TASK REQUIREMENTS |
Take every line containing "through" out of the records.

(Beginning of ENTRIES PROVIDED)

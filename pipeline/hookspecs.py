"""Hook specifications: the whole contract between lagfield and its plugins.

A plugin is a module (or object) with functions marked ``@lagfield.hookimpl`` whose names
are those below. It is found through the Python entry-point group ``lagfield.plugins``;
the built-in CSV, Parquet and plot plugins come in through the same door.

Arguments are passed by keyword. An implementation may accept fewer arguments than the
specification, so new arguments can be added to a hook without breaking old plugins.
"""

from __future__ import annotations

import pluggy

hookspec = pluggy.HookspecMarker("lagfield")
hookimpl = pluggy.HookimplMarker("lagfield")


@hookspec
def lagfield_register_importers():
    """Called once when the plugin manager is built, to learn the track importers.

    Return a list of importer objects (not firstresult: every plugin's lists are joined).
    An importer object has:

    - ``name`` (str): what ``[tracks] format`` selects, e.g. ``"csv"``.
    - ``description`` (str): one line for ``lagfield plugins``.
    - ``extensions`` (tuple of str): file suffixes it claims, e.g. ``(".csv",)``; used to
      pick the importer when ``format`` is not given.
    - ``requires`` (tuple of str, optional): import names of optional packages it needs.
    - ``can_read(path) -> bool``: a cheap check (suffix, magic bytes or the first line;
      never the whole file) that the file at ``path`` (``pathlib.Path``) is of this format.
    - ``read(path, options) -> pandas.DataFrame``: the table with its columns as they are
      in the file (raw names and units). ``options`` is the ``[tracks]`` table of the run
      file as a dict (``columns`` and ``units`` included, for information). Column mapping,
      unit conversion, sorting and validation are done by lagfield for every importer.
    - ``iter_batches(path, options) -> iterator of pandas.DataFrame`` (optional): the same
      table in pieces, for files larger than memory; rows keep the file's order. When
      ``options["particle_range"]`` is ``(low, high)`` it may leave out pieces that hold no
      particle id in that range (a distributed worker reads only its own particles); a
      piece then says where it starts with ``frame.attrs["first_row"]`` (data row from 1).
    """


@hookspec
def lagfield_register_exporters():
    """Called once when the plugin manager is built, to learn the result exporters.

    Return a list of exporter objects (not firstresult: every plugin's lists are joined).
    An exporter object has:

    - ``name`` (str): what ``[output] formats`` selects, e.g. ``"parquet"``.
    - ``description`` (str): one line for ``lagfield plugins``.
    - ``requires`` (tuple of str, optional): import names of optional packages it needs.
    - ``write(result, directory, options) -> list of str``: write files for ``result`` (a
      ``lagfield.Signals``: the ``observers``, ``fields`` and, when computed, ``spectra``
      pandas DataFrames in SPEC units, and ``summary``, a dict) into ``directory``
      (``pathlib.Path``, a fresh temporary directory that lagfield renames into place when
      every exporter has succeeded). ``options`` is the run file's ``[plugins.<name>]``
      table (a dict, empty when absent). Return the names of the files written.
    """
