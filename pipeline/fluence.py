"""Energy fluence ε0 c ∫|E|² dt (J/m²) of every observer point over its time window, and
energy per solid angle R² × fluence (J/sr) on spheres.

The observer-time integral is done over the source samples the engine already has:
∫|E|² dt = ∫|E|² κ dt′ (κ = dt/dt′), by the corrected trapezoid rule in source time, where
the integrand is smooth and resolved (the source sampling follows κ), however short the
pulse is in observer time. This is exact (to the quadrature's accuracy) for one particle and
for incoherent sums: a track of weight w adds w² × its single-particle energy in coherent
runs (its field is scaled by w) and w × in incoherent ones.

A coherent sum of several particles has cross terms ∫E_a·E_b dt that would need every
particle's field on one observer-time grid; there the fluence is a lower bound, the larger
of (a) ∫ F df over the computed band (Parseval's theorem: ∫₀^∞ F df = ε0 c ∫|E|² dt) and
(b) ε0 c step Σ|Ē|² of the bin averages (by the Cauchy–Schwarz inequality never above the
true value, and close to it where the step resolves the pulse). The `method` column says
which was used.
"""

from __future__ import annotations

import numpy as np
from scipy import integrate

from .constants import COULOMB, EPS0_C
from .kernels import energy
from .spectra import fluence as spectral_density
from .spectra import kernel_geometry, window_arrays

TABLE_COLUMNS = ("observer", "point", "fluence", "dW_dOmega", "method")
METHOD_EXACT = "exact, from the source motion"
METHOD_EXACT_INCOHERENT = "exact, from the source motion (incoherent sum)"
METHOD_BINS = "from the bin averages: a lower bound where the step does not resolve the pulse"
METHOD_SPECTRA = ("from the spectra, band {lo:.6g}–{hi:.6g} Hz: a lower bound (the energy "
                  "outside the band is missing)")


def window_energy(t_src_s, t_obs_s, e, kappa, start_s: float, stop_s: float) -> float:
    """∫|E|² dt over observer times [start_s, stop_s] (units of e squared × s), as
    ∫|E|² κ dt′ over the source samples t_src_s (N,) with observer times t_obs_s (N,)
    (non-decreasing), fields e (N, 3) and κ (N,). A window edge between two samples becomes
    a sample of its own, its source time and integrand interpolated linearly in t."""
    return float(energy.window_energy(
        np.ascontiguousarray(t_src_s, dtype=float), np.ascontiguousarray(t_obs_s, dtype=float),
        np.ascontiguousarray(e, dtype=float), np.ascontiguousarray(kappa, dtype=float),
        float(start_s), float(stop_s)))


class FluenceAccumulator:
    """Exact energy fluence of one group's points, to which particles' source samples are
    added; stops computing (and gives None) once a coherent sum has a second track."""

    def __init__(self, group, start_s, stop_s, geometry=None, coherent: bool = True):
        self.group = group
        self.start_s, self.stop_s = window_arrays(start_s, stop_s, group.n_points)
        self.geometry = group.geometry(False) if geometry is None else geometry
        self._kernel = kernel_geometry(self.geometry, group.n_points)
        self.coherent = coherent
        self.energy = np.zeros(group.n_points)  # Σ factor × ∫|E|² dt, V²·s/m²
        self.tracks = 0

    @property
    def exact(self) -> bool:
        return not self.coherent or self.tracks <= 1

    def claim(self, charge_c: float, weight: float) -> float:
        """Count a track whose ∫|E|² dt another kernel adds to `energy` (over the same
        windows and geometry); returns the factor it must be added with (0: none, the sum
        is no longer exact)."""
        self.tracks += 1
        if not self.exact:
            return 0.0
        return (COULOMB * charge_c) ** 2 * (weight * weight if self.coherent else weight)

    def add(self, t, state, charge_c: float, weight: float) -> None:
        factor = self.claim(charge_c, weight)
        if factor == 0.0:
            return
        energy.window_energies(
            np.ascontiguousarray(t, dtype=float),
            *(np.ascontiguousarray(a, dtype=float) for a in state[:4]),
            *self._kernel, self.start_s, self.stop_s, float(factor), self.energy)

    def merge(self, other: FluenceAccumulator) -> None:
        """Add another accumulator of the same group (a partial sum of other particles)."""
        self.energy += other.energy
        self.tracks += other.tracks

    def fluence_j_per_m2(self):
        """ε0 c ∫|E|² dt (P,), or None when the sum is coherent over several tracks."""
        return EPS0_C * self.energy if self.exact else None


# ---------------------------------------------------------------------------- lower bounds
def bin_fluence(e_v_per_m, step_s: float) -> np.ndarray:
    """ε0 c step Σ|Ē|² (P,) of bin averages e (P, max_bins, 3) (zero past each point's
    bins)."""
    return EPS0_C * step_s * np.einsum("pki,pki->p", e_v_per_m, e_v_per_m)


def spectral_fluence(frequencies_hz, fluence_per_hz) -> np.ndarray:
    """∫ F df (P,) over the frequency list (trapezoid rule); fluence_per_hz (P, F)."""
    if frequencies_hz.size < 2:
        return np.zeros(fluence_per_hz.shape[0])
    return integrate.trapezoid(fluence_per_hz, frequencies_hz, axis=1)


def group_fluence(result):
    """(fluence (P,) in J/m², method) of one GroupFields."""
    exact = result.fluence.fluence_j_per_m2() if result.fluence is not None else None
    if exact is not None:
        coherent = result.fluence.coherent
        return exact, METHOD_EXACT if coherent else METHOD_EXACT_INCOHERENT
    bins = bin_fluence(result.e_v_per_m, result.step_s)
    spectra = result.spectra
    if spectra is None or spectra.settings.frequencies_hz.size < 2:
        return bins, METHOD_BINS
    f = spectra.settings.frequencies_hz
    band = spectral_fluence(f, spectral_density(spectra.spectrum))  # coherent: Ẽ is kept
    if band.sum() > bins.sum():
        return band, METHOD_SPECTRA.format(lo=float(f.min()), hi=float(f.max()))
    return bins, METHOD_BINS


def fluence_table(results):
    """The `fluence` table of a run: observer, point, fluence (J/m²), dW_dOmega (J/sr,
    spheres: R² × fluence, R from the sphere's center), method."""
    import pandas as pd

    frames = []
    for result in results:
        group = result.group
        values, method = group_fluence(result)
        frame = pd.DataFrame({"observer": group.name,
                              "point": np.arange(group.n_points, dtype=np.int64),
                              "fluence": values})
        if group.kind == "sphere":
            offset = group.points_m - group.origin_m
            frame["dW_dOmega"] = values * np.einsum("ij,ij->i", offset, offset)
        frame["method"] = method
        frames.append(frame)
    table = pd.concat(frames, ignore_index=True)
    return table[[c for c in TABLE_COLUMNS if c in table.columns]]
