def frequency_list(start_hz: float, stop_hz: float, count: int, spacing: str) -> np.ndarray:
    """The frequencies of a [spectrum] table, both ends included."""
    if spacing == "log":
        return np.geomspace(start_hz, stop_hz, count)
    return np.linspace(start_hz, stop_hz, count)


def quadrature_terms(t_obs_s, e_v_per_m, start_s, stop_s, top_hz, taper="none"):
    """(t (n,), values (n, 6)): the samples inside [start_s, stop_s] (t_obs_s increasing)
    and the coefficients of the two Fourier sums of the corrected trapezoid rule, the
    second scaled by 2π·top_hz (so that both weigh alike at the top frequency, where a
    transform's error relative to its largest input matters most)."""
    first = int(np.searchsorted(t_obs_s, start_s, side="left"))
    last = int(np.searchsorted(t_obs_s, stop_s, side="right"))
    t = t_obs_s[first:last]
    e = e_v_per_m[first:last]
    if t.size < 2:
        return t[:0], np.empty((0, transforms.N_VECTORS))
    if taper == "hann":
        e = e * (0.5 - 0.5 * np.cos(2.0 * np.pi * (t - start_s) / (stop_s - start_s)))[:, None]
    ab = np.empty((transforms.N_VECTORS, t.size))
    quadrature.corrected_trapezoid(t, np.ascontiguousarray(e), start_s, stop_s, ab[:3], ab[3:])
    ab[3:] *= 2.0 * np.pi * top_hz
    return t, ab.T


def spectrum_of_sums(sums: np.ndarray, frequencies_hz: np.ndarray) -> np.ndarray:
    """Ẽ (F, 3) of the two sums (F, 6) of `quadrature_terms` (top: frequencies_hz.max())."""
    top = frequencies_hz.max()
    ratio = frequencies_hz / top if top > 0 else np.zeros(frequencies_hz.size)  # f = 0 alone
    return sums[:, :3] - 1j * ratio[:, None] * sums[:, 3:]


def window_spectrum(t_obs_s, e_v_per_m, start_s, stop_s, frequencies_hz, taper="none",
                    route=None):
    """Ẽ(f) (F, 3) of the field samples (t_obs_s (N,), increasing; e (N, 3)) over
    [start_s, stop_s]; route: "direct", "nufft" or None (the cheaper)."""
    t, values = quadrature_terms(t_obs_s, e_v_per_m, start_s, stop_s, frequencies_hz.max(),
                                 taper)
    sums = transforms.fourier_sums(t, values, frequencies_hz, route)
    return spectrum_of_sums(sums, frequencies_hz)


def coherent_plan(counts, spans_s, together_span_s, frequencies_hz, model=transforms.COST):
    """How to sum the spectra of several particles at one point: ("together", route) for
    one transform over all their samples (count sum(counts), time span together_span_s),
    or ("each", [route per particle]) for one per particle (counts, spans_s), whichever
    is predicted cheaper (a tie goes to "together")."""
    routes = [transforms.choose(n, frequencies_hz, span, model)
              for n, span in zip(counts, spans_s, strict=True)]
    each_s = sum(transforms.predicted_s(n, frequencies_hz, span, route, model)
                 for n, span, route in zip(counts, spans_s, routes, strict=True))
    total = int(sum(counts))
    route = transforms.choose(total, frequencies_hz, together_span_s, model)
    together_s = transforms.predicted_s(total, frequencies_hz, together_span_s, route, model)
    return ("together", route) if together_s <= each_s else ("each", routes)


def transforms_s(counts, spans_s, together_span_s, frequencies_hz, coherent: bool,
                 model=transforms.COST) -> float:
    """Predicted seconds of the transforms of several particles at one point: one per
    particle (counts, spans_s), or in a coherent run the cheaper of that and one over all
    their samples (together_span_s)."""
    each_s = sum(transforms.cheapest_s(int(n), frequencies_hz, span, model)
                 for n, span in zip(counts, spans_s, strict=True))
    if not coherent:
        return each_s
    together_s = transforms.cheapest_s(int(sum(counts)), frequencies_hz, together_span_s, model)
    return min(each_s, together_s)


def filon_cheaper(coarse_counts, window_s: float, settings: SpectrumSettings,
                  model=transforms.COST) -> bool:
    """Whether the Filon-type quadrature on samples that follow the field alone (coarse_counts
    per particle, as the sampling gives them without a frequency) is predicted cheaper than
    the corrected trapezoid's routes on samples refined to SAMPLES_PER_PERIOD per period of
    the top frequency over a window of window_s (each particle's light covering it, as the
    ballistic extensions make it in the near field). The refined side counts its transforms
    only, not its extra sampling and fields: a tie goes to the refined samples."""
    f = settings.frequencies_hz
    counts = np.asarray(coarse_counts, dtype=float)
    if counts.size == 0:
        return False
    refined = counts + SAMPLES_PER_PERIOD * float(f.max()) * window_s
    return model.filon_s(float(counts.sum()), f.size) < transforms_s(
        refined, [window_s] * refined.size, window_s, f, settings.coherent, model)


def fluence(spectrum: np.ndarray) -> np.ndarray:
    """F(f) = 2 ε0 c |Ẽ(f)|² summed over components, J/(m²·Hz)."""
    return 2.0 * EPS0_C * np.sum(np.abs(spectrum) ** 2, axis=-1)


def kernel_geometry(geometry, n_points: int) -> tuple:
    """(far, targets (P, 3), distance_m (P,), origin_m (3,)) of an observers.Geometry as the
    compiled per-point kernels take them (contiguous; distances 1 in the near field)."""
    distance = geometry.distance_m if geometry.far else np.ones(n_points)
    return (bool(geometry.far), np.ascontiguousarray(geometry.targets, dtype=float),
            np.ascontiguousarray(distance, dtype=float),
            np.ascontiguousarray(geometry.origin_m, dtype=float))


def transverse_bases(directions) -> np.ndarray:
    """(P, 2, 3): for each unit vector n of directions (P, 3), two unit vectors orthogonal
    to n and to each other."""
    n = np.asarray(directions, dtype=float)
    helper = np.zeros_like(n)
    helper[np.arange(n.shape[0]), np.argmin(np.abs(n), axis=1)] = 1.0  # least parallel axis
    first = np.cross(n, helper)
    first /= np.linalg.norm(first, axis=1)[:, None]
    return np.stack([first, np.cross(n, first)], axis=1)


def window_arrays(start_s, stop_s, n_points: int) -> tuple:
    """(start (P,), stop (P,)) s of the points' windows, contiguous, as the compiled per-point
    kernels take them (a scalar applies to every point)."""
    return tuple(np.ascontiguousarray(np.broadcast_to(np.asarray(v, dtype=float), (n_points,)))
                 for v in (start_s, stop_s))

(End of ENTRIES PROVIDED)

SOLUTION |
are those below. It is found through the Python entry-point group ``lagfield.plugins``;
the built-in CSV, Parquet and plot plugins come in through the same door.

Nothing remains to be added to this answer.